Уф!.. Наконец появился на площади русский мужчина, седовласый пенсионер с видом некоторой брезгливости на лице. Наверное, коренной москвич. Это видно по его животу, уютным сандалиям, летнему опрятному костюму. Да, да, это типичный москвич! Он чувствует своё превосходство над окружающими. Он не любит всё инородное, обожает жареную картошку и квасную окрошку с плавающим луком. Как я его узнаю! Это бывший лимитчик, штукатур-маляр, который стал мастером и вышел на пенсию. Это тот самый Иваныч, у которого по всей России лежат на погостах двойники, с постными лицами глядят с фотографий сквозь венки, облитые чернилами. Но он москвич и смотрит свысока. Вот он – великодержавный шовинизм! Это старший брат, привыкший давать подзатыльники младшим. Он не любит приезжих, не знается с соседями, не подаёт нищим, видя в каждом перекрашенного в блондина цыгана, но кормит в скверах ворон и голубей. Ах, эти его плетёнки, штаны на подтяжках!.. Как он умеет громко сморкаться в платок. Как чистит форсунки ноздрей, заталкивая туда палец с краем платочка, и пронзительно фыркает, трясёт головой! Он явно читает «Наш современник», ходит в церковь и на улице громко харкает в урну. Он почти трезвенник, законопослушен. Но как-нибудь на свадьбе у одной из племянниц, которых у него множество, во хмелю затеет спор о политике с каким-нибудь заучившимся студентом, тощим и наглым, самоуверенным и безответственно глумливым. И не выдержав этой наглости, самоуверенности и глумления, прямо за столом ткнёт этого студента пухлым кулаком в нос. А то и с мясом вырвет из его уха «педерастическую» серьгу! Вот он стоит и, щерясь, глядит на дорогу. Наверное, думает о судьбах России.

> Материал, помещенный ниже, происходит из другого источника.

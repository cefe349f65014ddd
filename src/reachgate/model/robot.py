"""Robot description: load and validate a robot TOML file into a Robot value (DESIGN §3).

Inside the Robot everything is SI (m, rad, s). The arm's DH table is kept in one canonical
form, the standard (distal) convention, plus a constant prefix transform: a modified (Craig)
table converts exactly, because Rx(α)·Tx(a) commutes and regroups into standard links.
"""

from __future__ import annotations

import difflib
import math
import tomllib
from dataclasses import dataclass
from enum import Enum
from functools import cached_property
from pathlib import Path
from typing import Any

import numpy as np

from reachgate.errors import ReachgateError
from reachgate.model.geometry import (
    Attach,
    Box,
    Capsule,
    LinkCapsules,
    Offset,
    Part,
    Plane,
    Solid,
    Sphere,
)
from reachgate.model.transforms import transform_from_xyz_rpy


class Convention(Enum):
    """Denavit–Hartenberg convention of a robot file."""

    STANDARD = "standard"
    MODIFIED = "modified"


class JointKind(Enum):
    REVOLUTE = "revolute"
    PRISMATIC = "prismatic"


@dataclass(frozen=True)
class Axis:
    """Limits of one moving axis (the rail or an arm joint), SI: rad or m, per s, s², s³.

    jmax_per_s3 is None where the file gives no jerk limit.
    """

    name: str
    kind: JointKind
    lower: float
    upper: float
    vmax_per_s: float
    amax_per_s2: float
    jmax_per_s3: float | None
    home: float

    @property
    def is_revolute(self) -> bool:
        return self.kind is JointKind.REVOLUTE


@dataclass(frozen=True)
class DHRow:
    """One row of the DH table as written in the file, SI.

    For a revolute joint theta = q + theta_offset_rad, d = d_m. For a prismatic joint
    d = q + d_m (the file's offset_m) and theta = theta_offset_rad (the file's theta_deg).
    """

    a_m: float
    alpha_rad: float
    d_m: float
    theta_offset_rad: float
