def heatmap_figure(selections: pd.DataFrame, rule: str, params: Sequence[str], method_by: str = "solver",
                   max_panels: int = 12, winners: Mapping[str, Sequence[str]] | None = None,
                   tasks: Mapping[str, str] | None = None) -> tuple[Figure, dict] | None:
    """The heat maps: one row of panels per dataset (one panel per method with a varying
    parameter), every panel of a dataset on the dataset's own colour scale
    (:func:`dataset_norm`). Cells of diverged and failed runs carry a hatched patch whose gid
    is ``diverged`` or ``failed``; a combination that ran without a selection is grey
    (gid ``no selection``), one that was never run is white with ``not run``. Returns the
    figure and ``{"panels", "total", "norms", "axes"}``; ``axes[(dataset, method)]``
    is the panel's axes."""
    from matplotlib.patches import Patch, Rectangle

    winners = winners or {}
    sel = selections[(selections["rule"] == rule)]
    panels = []
    for (d, m), sub in sel.groupby(["dataset", method_by], sort=True):
        x, y = heatmap_axes(sub, params)
        if not x:
            continue
        panels.append((d, m, x, y, heat_cells(sub, x, y)))
    if not panels:
        return None
    total = len(panels)
    shown = panels[:max_panels]
    datasets = list(dict.fromkeys(d for d, *_ in shown))
    ncols = max(sum(1 for p in shown if p[0] == d) for d in datasets)
    one_row = all(p[3] is None for p in shown)
    fig = Figure(figsize=(4.2 * ncols + 1.2, (1.9 if one_row else 3.4) * len(datasets) + 0.9), layout="constrained")
    grid = np.atleast_2d(fig.subplots(len(datasets), ncols, squeeze=False))
    norms = {d: dataset_norm(c.value for p in shown if p[0] == d for c in p[4][2].values()) for d in datasets}
    cmap = _cmap()
    where: dict[tuple, object] = {}
    for r, d in enumerate(datasets):
        row = [p for p in shown if p[0] == d]
        norm = norms[d]
        im = None
        for c, (_, m, x, y, (xs, ys, cells)) in enumerate(row):
            ax = grid[r][c]
            where[(d, m)] = ax
            ax.set_facecolor("white")
            values = np.full((len(ys), len(xs)), np.nan)
            for (i, j), cell in cells.items():
                values[i, j] = cell.value
            im = ax.imshow(np.ma.masked_invalid(values), origin="lower", aspect="auto", cmap=cmap, norm=norm)
            vals = {k: cell.val for k, cell in cells.items() if np.isfinite(cell.val)}
            tuned = min(vals, key=lambda k: (vals[k], k)) if vals else None
            for i in range(len(ys)):
                for j in range(len(xs)):
                    cell = cells.get((i, j))
                    lines = []
                    if cell is None:
                        ax.text(j, i, "not run", ha="center", va="center", fontsize=8, color="#888888",
                                gid="not run")
                        continue
                    if np.isfinite(cell.value):
                        lines.append(f"{cell.value:.4g}")
                    elif not (cell.diverged or cell.failed):
                        ax.add_patch(Rectangle((j - 0.5, i - 0.5), 1, 1, fc="#d0d0d0", ec="none", zorder=1,
                                               gid="no selection"))
                        lines.append("no stop")
                    if cell.diverged:
                        ax.add_patch(Rectangle((j - 0.5, i - 0.5), 1, 1, fill=False, hatch=DIVERGED_HATCH,
                                               ec="#b03a2e", lw=0, zorder=2, gid="diverged"))
                        lines.append(f"diverged {cell.diverged}/{cell.runs}")
                    if cell.failed:
                        ax.add_patch(Rectangle((j - 0.5, i - 0.5), 1, 1, fill=False, hatch=FAILED_HATCH,
                                               ec="#6c3483", lw=0, zorder=2, gid="failed"))
                        lines.append(f"failed {cell.failed}/{cell.runs}")
                    dark = bool(np.isfinite(cell.value) and norm is not None and float(norm(cell.value)) > 0.55)
                    ax.text(j, i, "\n".join(lines), ha="center", va="center", fontsize=8 if len(lines) > 1 else 9,
                            color="white" if dark else "black", zorder=3,
                            bbox=dict(fc="white", ec="none", alpha=0.7, pad=1) if (cell.diverged or cell.failed)
                            else None)
            if tuned is not None:
                ax.add_patch(_box(tuned[1], tuned[0]))
            ax.set_xticks(range(len(xs)), [_tick(v) for v in xs])
            ax.set_xlabel(x)
            if y:
                ax.set_yticks(range(len(ys)), [_tick(v) for v in ys])
                ax.set_ylabel(y)
            else:
                ax.set_yticks([])
            star = str(m) in set(map(str, winners.get(d, ())))
            ax.set_title(f"{m} on {d}" + ("  \u2605 rank 1" if star else ""), fontsize=10,
                         fontweight="bold" if star else "normal")
        for c in range(len(row), ncols):
            grid[r][c].set_visible(False)
        if im is not None and norm is not None:
            cb = fig.colorbar(im, ax=[grid[r][c] for c in range(ncols)], fraction=0.04, pad=0.02)
            cb.set_label(f"mean test {_dataset_metric(tasks, d)}\n({d}; completed seeds)", fontsize=8)
    handles = [Patch(fc="white", ec="#b03a2e", hatch=DIVERGED_HATCH), Patch(fc="white", ec="#6c3483", hatch=FAILED_HATCH),
               Patch(fc="#d0d0d0", ec="none"), Patch(fc="white", ec="#bbbbbb"), Patch(fill=False, ec="#e74c3c", lw=2.5)]
    labels = ["diverged (k/seeds)", "failed (k/seeds)", "no iterate selected", "not run", "tuned (lowest mean val error)"]
    fig.legend(handles, labels, loc="outside lower center", ncol=5, frameon=False, fontsize=8)
    return fig, {"panels": [(d, m, x, y) for d, m, x, y, _ in shown], "total": total, "norms": norms, "axes": where}
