def launch(exp: Expansion, chunk: int | None = None) -> dict[str, Any]:
    """Write the manifest, then run the pending runs (missing or failed) through Hydra's
    multirun, one launcher job per chunk. Returns what was done (``pending``, ``chunks``)."""
    from stopwise.sweep.scheduler import quiet_repeats

    quiet_repeats()  # the scheduler's repeated messages: each distinct one once per sweep
    import hydra

    from stopwise.sweep import chunks as plan
    from stopwise.sweep import task as app

    store = Store(exp.root)
    status = store.statuses(exp.run_ids)
    pending = [s for s in exp.specs if status.get(s.run_id) not in ("completed", "diverged")]
    if pending:
        check_data(pending)  # bad data input: one line, before any file is written
    old = store.read_campaign(exp.manifest["campaign_id"])
    if old is not None:  # keep the original creation time on resume
        exp.manifest["created"] = old.get("created", exp.manifest["created"])
    store.write_campaign(exp.manifest)
    if not pending:
        return {"pending": 0, "chunks": 0}
    kind, workers = launcher_workers(exp)
    k = chunk_count(len(pending), kind, workers, chunk)
    cid = exp.manifest["campaign_id"]
    sizes = plan.write_plan(store, cid, pending, k, total=len(exp.run_ids), done_before=len(exp.run_ids) - len(pending))
    k = len(sizes)
    argv = ["stopwise", "--multirun", *exp.launch_overrides, f"results_root={quote(exp.root)}",
            f"campaign_id={cid}", f"+chunk={','.join(str(i) for i in range(k))}"]
    if exp.threads is not None:
        argv.append(f"threads={exp.threads}")
    register_configs()
    saved = sys.argv
    sys.argv = argv
    try:
        # conf/launch.yaml: a launched job runs stored identities, so Hydra composes only its
        # settings (a few ms per job, in this process and again in each worker or array task)
        hydra.main(config_path=str(conf_dir()), config_name="launch", version_base="1.3")(app.task)()
    finally:
        sys.argv = saved
    return {"pending": len(pending), "chunks": k}


def tally(exp_or_manifest: Any, root: str | Path) -> dict[str, int]:
    """Runs of a campaign by stored status. The chunks of the launch left each trace's status
    with its file's stamp (:func:`stopwise.sweep.chunks.chunk_statuses`); they go into the
    status index first, so the count opens only traces written by someone else."""
    from stopwise.sweep.chunks import chunk_statuses

    manifest = exp_or_manifest.manifest if isinstance(exp_or_manifest, Expansion) else exp_or_manifest
    store = Store(root)
    store.remember(chunk_statuses(store, manifest["campaign_id"]))
    status = store.statuses(manifest["run_ids"])
    counts = {"completed": 0, "diverged": 0, "failed": 0, "missing": 0}
    for rid in manifest["run_ids"]:
        st = status.get(rid, "missing")
        counts[st if st in counts else "failed"] += 1
    return counts
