Network and SLURM. Commands run with sockets refused and openml pointed at the cache the tests
build (``openml_cache`` in conftest.py), so the OpenML lines run offline against it; the
concrete OpenML references of ``datasets fetch`` lines stand for the cache's own datasets
(``OPENML_REFS``). A command with ``hydra/launcher=slurm`` is skipped, with the reason,
when no SLURM scheduler answers (the test of tests/sweep/test_slurm.py); where one does,
it runs on the scratch folder (whose demo campaign is stored, so the line resumes it;
tests/sweep/test_slurm.py launches campaigns on fresh roots).
"""
from __future__ import annotations

import io
import re
import shlex
import subprocess
import sys
from contextlib import redirect_stderr, redirect_stdout
from dataclasses import dataclass
from pathlib import Path

import pytest

from conftest import OML_DIABETES, OML_IRIS, OML_SUITE, OML_TASK_DIABETES, OML_TASK_IRIS
from helpers.sweep import scheduler_missing
from stopwise.cli import COMMANDS, USAGE, main

REPO = Path(__file__).resolve().parents[1]
DOCS = [REPO / "README.md", *sorted((REPO / "docs").glob("*.md"))]
QUICK = ["budget.iterations=20"]  # appended to every sweep and run in the default suite
PROMPT = re.compile(r"^(?:\$ )?(?:\.venv/bin/)?stopwise (?=[a-z])")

Вот ему позвонили на мобильный телефон. Он вынимает его из кармана и прикладывает к уху.

– Что? Иван Петрович? Какой Иван Петрович?! Я не Иван Петрович! – говорит он возмущённо и нажимает кнопку выключателя с силой, будто давит клопа.

Я старюсь ближе разглядеть его лицо. Ну конечно же, не Иван Петрович! Не похож. Иваны они светлее волосом, ниже ростом и манеры их как будто проще. Скорее всего, его зовут Пётр! Высок, слегка курчав. Сколько помню, на моём веку мне всегда встречались высокие люди с именем Пётр.

Но вот опять ему звонят. Он вынимает телефон и прикладывает к волосатому уху.

– Нет, я не Иван Петрович! – кричит он уже фальцетом. – Повторяю, не Иван и не Петрович!.. Ибо я – Иосиф Абрамыч! Да, представьте себе: Иосиф Абрамыч! Да, представьте себе: он самый!..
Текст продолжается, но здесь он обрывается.